We need oil, and our oil companies are being shut out of market after market as countries wise up and assert control over their own resources.  For many years we held all the cards, pulled all the strings and cracked all the whips.  We were so loaded that we were able to eschew the necessity for a competent diplomatic service or intelligence service.  Now we are sorely feeling the need of those facilities.  The Chinese are playing a nuanced game, gaining terrain a millimeter at a time, and all those millimeters are starting to add up.  The Russians have a long tradition of intellectual and philosophical erudition and are the world’s greatest chess players.
 
This country’s blatant contempt for diplomacy and “foreign entanglements,” as they are disdainfully called, is most blatantly characterized by the awarding of strategically crucial ambassadorships to social climbing political campaign contributors and society mavens, a system that may have been relatively benign when we were so strong that it didn’t matter, but now that we are facing more effective adversarial competition for world resources and markets it may have to be reevaluated – if we possess the capacity and will to change.
 
American diplomacy has had one coherent diplomatic strategist that I can think of: Henry Kissinger, though his efforts were wasted in pursuit of nonsense.  Kissinger’s thinking can still be referenced since, like a ghoul, he refuses to do us the honor of dying like his boss, Nixon.  He’s no genius, but he pursues a step-by-step approach to diplomacy and he adheres to historical precedent.  His approach to a resolution of the Iraq war?
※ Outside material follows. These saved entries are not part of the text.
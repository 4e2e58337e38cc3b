/** What a card does when it is used. `late` cards leave the payment unconfirmed for a while. */
export type CardOutcome =
  { kind: 'paid' } | { kind: 'declined'; failure: CardFailure } | { kind: 'late'; failure?: CardFailure };

export interface CardFailure {
  code: 'card_declined';
  declineCode: 'generic_decline' | 'insufficient_funds' | 'test_mode_live_card';
  message: string;
}

export interface TestCard {
  number: string;
  says: string;
  outcome: CardOutcome;
}

const failure = (declineCode: CardFailure['declineCode'], message: string): CardFailure => ({
  code: 'card_declined',
  declineCode,
  message,
});

const REFUSED = failure('generic_decline', 'Your card was declined.');
const NO_FUNDS = failure('insufficient_funds', 'Your card has insufficient funds.');
const NOT_A_TEST_CARD = failure('test_mode_live_card', 'Only the test numbers listed below work here.');

/** The first three are the hosted service's own published test numbers; the two slow ones are ours. */
export const TEST_CARDS: readonly TestCard[] = [
  { number: '4242424242424242', says: 'pays at once', outcome: { kind: 'paid' } },
  { number: '4000000000000002', says: 'is declined', outcome: { kind: 'declined', failure: REFUSED } },
  {
    number: '4000000000009995',
    says: 'is declined for want of funds',
    outcome: { kind: 'declined', failure: NO_FUNDS },
  },
  { number: '4000000000001018', says: 'pays, but is confirmed late', outcome: { kind: 'late' } },
  {
    number: '4000000000002024',
    says: 'fails, and that is known late',
    outcome: { kind: 'late', failure: REFUSED },
  },
];

export const outcomeOf = (number: string): CardOutcome =>
  TEST_CARDS.find((card) => card.number === number)?.outcome ?? {
    kind: 'declined',
    failure: NOT_A_TEST_CARD,
  };

/** The digits of a typed card number, or undefined when it cannot be one (length and check digit of ISO/IEC 7812-1). */
export function readCardNumber(typed: string): string | undefined {
  const digits = typed.replace(/[ -]/g, '');
  return /^\d{12,19}$/.test(digits) && luhnSum(digits) % 10 === 0 ? digits : undefined;
}

function luhnSum(digits: string): number {
  return [...digits].reverse().reduce((sum, digit, place) => {
    const value = place % 2 === 0 ? Number(digit) : Number(digit) * 2;
    return sum + (value > 9 ? value - 9 : value);
  }, 0);
}
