import type { JsonFile } from '../common/json-file';
import type { CardFailure } from './cards';
import type { Charge, Intent, PaymentEvent, Payout, Refund, Session, Transaction } from './shapes';

/** What a session was opened for; the service keeps it but does not show it in the session itself. */
export interface Basket {
  id: string;
  lines: { name: string; quantity: number; unitMinor: number }[];
  intent: { description: string | null; metadata: Record<string, string>; receiptEmail: string | null };
}

export interface Delivery {
  id: string;
  attempts: number;
  nextAttemptAtMs: number;
  deliveredAtMs: number | null;
  lastAnswer: string | null;
}

/** A payment that the card's bank confirms or refuses later. */
export interface LatePayment {
  id: string;
  dueAtMs: number;
  failure?: CardFailure;
}

export interface KeptAnswer {
  id: string;
  request: string;
  keptAtMs: number;
  body: object;
}

/** Everything the stand-in knows, oldest first in every map. Maps, so that an id like `__proto__` finds nothing. */
export class Store {
  readonly sessions = new Map<string, Session>();
  readonly baskets = new Map<string, Basket>();
  readonly intents = new Map<string, Intent>();
  readonly charges = new Map<string, Charge>();
  readonly transactions = new Map<string, Transaction>();
  readonly refunds = new Map<string, Refund>();
  readonly payouts = new Map<string, Payout>();
  readonly events = new Map<string, PaymentEvent>();
  readonly deliveries = new Map<string, Delivery>();
  readonly latePayments = new Map<string, LatePayment>();
  readonly answers = new Map<string, KeptAnswer>();
  /** Transaction id and the payout that carried it to the bank. */
  readonly paidOut = new Map<string, { id: string; payout: string }>();

  constructor(private readonly file?: JsonFile) {
    const saved = file?.read();
    if (isSaved(saved)) Object.entries(this.maps()).forEach(([name, map]) => fill(map, saved[name]));
  }

  save(): void {
    const lists = Object.entries(this.maps()).map(([name, map]) => [name, [...map.values()]]);
    this.file?.write(Object.fromEntries(lists));
  }

  private maps(): Record<string, Map<string, { id: string }>> {
    const { sessions, baskets, intents, charges, transactions, refunds, payouts } = this;
    const { events, deliveries, latePayments, answers, paidOut } = this;
    const money = { sessions, baskets, intents, charges, transactions, refunds, payouts, paidOut };
    return { ...money, events, deliveries, latePayments, answers };
  }
}

export function put<T extends { id: string }>(map: Map<string, T>, item: T): T {
  map.set(item.id, item);
  return item;
}

const isSaved = (value: unknown): value is Record<string, unknown> =>
  typeof value === 'object' && value !== null;

function fill(map: Map<string, { id: string }>, items: unknown): void {
  if (Array.isArray(items)) items.filter(hasId).forEach((item) => map.set(item.id, item));
}

const hasId = (item: unknown): item is { id: string } => isSaved(item) && typeof item.id === 'string';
A multilateral convention, which this writer has advocated for years.  Never mind that.  Kissinger is knowledgeable about the historical processes of diplomacy and diplomatic alliances.
 
He long ago formulated a policy of triangulation, playing the Russians against the Chines in pursuit of American interests.  This was at a time when relations between those countries were already tense, following an ugly border incident in 1968 that astonished a world conditioned to believing in monolithic communism – as though the kinds of contradictions that cleave two capitalistic countries couldn’t replicate across communist borders.  Kissinger understood that historical realities don’t get obliterated with a transient change of regimes or ideologies, and he set a course of playing the two countries against each other in order to achieve American purposes.  The problem is: the goals he strove for, outlined by his boss, Nixon, were at best illusory and at worst pernicious.
 
But Kissinger’s unholy alliance with evil in order to satisfy his overweening personal ambitions does not negate the soundness of his thinking.  Kissinger is amoral.  He would have gone to work for anybody.  Who knows?  If a respectable statesman had given him employment he might have ended up doing real good for the country as well as himself.
 
His strategy of triangulation deserves to be revisited and studied, to see if it can gain us access to Russia’s natural resources and some leverage of control over China’s massive balance of payments surpluses, as well as that country’s growing military influence over Asia.  To put it in oversimplified terms, which are the only ones I can understand, Russia needs alliances to help it protect its Siberian resources, China needs access to those same resources, China also borders India and Pakistan, which both possess nuclear weapons and depend upon American markets.  There is a lot of room for American diplomacy to play triangulation here if it can define rational, realistic goals.
 
That’s impossible under the current administration.  Bush is still playing the old game, wherein we throw our weight around without regard for the consequences.  I am anticipating a Clinton administration (unless Bush is impeached and it’s Pelosi).  Hillary Clinton is a much more professional person, and her husband did a quite successful job of administrating American diplomacy, in addition to which he had his own effective techniques of triangulation.
 
Maybe they could even bring back Kissinger in some capacity, like a zombie.